Friday, March 21, 2014

Acre

Today I left the cruise ship moored in Haifa and went on a guided tour that covered the nearby city of Acre and the world-famous Baha’i Gardens. I thought it might be interesting to have a more informed experience of the ancient wonders of this historic area.


Instead, unfortunately, I got ‘An Evening With Grandpa Simpson’.


About twenty minutes into our six hour tour, I leant over to my travel buddy and whispered, “I think this guide may have Attention Deficit Disorder.” He would begin telling an anecdote about the geo-political foundations of modern Israel, then get distracted by a passing car or other shiny object, then resume with a rambling monologue about desalination.


When not switching stories mid-stream, he would sometimes launch into thinly veiled harangues about the various peoples of the world, starting with the Germans but eventually covering the Dutch, the English, the Arabs… pretty much every race with whom the Jews have had contact at any point in the last two thousand years.


Fortunately, after a particularly disjointed monologue about the history of the Israeli nuclear program and the perfidy of all Spaniards, he started letting the microphone rest on his bottom lip, distorting the pickup so much that it became an incomprehensible background burr that we could more easily ignore.


In Acre, a potentially fascinating four thousand year old city on the northern border of Israel, our guide dragged us from one interchangeable piece of ancient limestone to the next, mumbling disconnected halves of anecdotes about Phoenician trade routes and “Richard Lionheart”.


The centrepiece of the tour was supposed to be a visit to the Templar’s Tunnel, which, to be frank, seemed to be less than the marvel of thousand year old engineering I was purported to be. It wasn’t very long, or wide, and to be honest a few industrious Palestinians could have knocked it out in six months. It was only later when I was re-reading the tour literature that I realised he had taken us down the wrong tunnel. The Templar's Tunnel is huge and painted with frescos. Apparently he'd taken us down a 12th century sewer tunnel.

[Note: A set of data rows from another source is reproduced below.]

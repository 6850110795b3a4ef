import fc from "fast-check";
import { create, unitDependencies } from "mathjs";
import { describe, expect, it } from "vitest";
import { type Dimension, parseEnergies, parseQuantity, QuantityError, UNITS } from "#src/lib/quantities/index.ts";

const math = create({ ...unitDependencies });
const SI: Readonly<Record<Dimension, string | null>> = {
  energy: "eV",
  length: "m",
  density: "kg/m^3",
  fraction: null,
  concentration: "kg/m^3",
  dose: null,
  time: "s",
  flux: null,
};

const energies = (text: string) => parseEnergies(text, { defaultUnit: "keV" });
const codeOf = (read: () => unknown): string => {
  try {
    read();
  } catch (error) {
    if (error instanceof QuantityError) return error.code;
    throw error;
  }
  return "none";
};

describe("units", () => {
  it("have mathjs's factors", () => {
    let compared = 0;
    for (const [dimension, units] of Object.entries(UNITS) as [Dimension, (typeof UNITS)[Dimension]][]) {
      for (const [name, { factor, mathjs }] of Object.entries(units)) {
        if (mathjs === null) continue;
        expect(math.unit!(1, mathjs).toNumber(SI[dimension]!), name).toAgreeWithin(factor, 1e-12);
        compared++;
      }
    }
    expect(compared).toBeGreaterThan(22);
  });

  it("of dose and flux, which mathjs does not have, are their prefixes", () => {
    const read = (text: string, dimension: Dimension): number => parseQuantity(text, dimension, { defaultUnit: "" });
    expect(["2 Gy", "2 mGy", "2 µGy", "2 uGy", "2 kGy", "2 MGy"].map((text) => read(text, "dose"))).toEqual([
      2, 2e-3, 2e-6, 2e-6, 2e3, 2e6,
    ]);
    expect(
      ["3 /s/m2", "3 /s/cm²", "3 /s/mm2", "3 1/s/mm2", "3 /(s mm2)", "3 /s/µm2"].map((text) => read(text, "flux")),
    ).toEqual([3, 3e4, 3e6, 3e6, 3e6, 3e12]);
  });
});

describe("parseQuantity", () => {
  it.each([
    ["1.19 g/cm3", "density", "g/cm3", 1190],
    ["1.19", "density", "g/cm3", 1190],
    ["1190 kg/m³", "density", "g/cm3", 1190],
    ["1.2 g/ml", "density", "g/cm3", 1200],
    ["20 µm", "length", "mm", 20e-6],
    ["20 μm", "length", "mm", 20e-6],
    ["20um", "length", "mm", 20e-6],
    ["5", "length", "mm", 5e-3],
    ["20 %", "fraction", "%", 0.2],
    ["0.2", "fraction", "%", 0.2],
    ["20", "fraction", "%", 0.2],
    ["50 mg/mL", "concentration", "mg/mL", 50],
    ["0.62 Å", "energy", "keV", 12398.419843320026 / 0.62],
    ["8.048", "energy", "keV", 8048],
  ] as const)("reads %s as %s", (text, dimension, defaultUnit, expected) => {
    expect(parseQuantity(text, dimension, { defaultUnit })).toAgreeWithin(expected, 1e-12);
  });

  it.each([
    ["N3", "NaN", "density", "notANumber"],
    ["N4", "1e400", "density", "notFinite"],
    ["N5", "1e-400", "density", "underflow"],
    ["N6", "2.7 kg", "density", "wrongDimension"],
    ["", "20 keV", "density", "wrongDimension"],
    ["N7", "2,7", "density", "decimalComma"],
    ["N8", "2.7;import({})", "density", "unknownUnit"],
    ["N10", "9".repeat(65), "density", "tooLong"],
    ["E1", "0 keV", "energy", "notPositive"],
    ["E2", "-8 keV", "energy", "notPositive"],
    ["E7", "0 nm", "energy", "notPositive"],
    ["E8", "8 keV/0", "energy", "unknownUnit"],
    ["E10", "٣ keV", "energy", "foreignDigits"],
    ["E11", "8 eVV", "energy", "unknownUnit"],
    ["", "5 constructor", "density", "unknownUnit"],
    ["", "  ", "density", "empty"],
  ] as const)("%s refuses “%s” as a %s", (_, text, dimension, code) => {
    expect(
      codeOf(() => parseQuantity(text, dimension, { defaultUnit: dimension === "energy" ? "keV" : "g/cm3" })),
    ).toBe(code);
  });

  it("names the units it takes", () => {
    expect(() => parseQuantity("8 eVV", "energy", { defaultUnit: "keV" })).toThrow(/keV, eV, Å, nm/);
  });
});

describe("parseEnergies", () => {
  it.each([
    ["24 keV", [24000]],
    ["12, 18, 24 keV", [12000, 18000, 24000]],
    ["24, 12, 24", [24000, 12000, 24000]],
    ["8 12 20 keV", [8000, 12000, 20000]],
    ["12\n18\n24 eV", [12, 18, 24]],
    ["12 keV\n18000 eV", [12000, 18000]],
    ["8,12,20 keV", [8000, 12000, 20000]],
    ["5–7 keV step 0.5", [5000, 5500, 6000, 6500, 7000]],
    ["10 to 40 keV in 2 steps", [10000, 20000, 40000]],
  ])("reads %j", (text, expected) => {
    expect(energies(text).energiesEv).toEqual(expected);
  });

  it("gives a range both its ends", () => {
    const { energiesEv, kind } = energies("5 to 60 keV");
    expect([energiesEv[0], energiesEv.at(-1), energiesEv.length, kind]).toEqual([5000, 60000, 51, "range"]);
  });

  it.each([
    ["E4", "60 to 5 keV", "rangeReversed"],
    ["E5", "5 to 60 keV step 0", "stepNotPositive"],
    ["E6", "5 to 60 keV step 1e-9", "tooMany"],
    ["E6", "5 to 60 keV in 1000000000 steps", "tooMany"],
    ["", "2,7", "decimalComma"],
    ["", "", "empty"],
    ["", "abc", "notANumber"],
    ["", Array(2001).fill("20").join(","), "tooMany"],
  ])("%s refuses %s", (_, text, code) => {
    expect(codeOf(() => energies(text))).toBe(code);
  });

  it("gives finite energies above 0 or its own error, for any text", () => {
    const pieces = fc.constantFrom(
      "5",
      "60",
      "0",
      "-1",
      "1e9",
      "1e400",
      " to ",
      " in ",
      " steps",
      " step ",
      "keV",
      "eV",
      "Å",
      "nm",
      ",",
      ";",
      "\n",
      " ",
      "–",
      ".",
      "e",
    );
    fc.assert(
      fc.property(
        fc.oneof(
          fc.string({ unit: "grapheme", maxLength: 100 }),
          fc.array(pieces, { maxLength: 14 }).map((list) => list.join("")),
        ),
        (text) => {
          try {
            for (const energyEv of energies(text).energiesEv)
              expect(energyEv > 0 && Number.isFinite(energyEv)).toBe(true);
          } catch (error) {
            expect(error).toBeInstanceOf(QuantityError);
          }
        },
      ),
      { numRuns: 3000, seed: 13 },
    );
  });
});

Eventually we were shepherded back onto our coach, where he recommenced his monologue in German. This went on for a minute or so before a helpful New Zealander pointed out that this was supposed to be an English language tour, a little point he’d apparently discarded, presumably because he’d forgotten where he was. Although to be fair we’d crossed paths with a German tour group a few ruins earlier and the German language tends to demand attention.


From there we proceeded to the Baha’i Gardens, an immaculate exercise in landscaping running down Haifa’s steep hillside, and the largest example of hanging gardens anywhere in the world … which was closed due to today being the Baha’i New Year. So we got to stand at the lookout at the top for half an hour looking down into them. From what I could see they have the same sense of creepy, too-ordered perfection that typifies Mormon architecture and landscape design, but without being able to get closer I couldn’t really enjoy it on the necessary ironic level.





On the way back to the ship, while our tour guide rabbited on about how misguided the Baha’i are, I heard a little voice hiss, “Shhhh!”. A moment again it came again, this time with more emphasis. Then the little voice erupted, “I want you to stop talking to me!” It turned out to be a five year old yelling at his little brother, but one of the genteel old ladies in our group turned to me and muttered, “From the mouths of babes…”


Later I overheard that even the deaf, lame, senile old man who blamed the Muslims for the fact that the Baha’i Gardens were closed for the Baha’i New Year recognised that the tour guide was tedious and incompetent.


Nevertheless, the tour ended with the guide asking for a tip. But then chutzpah is one of the Jews’ gifts to the world.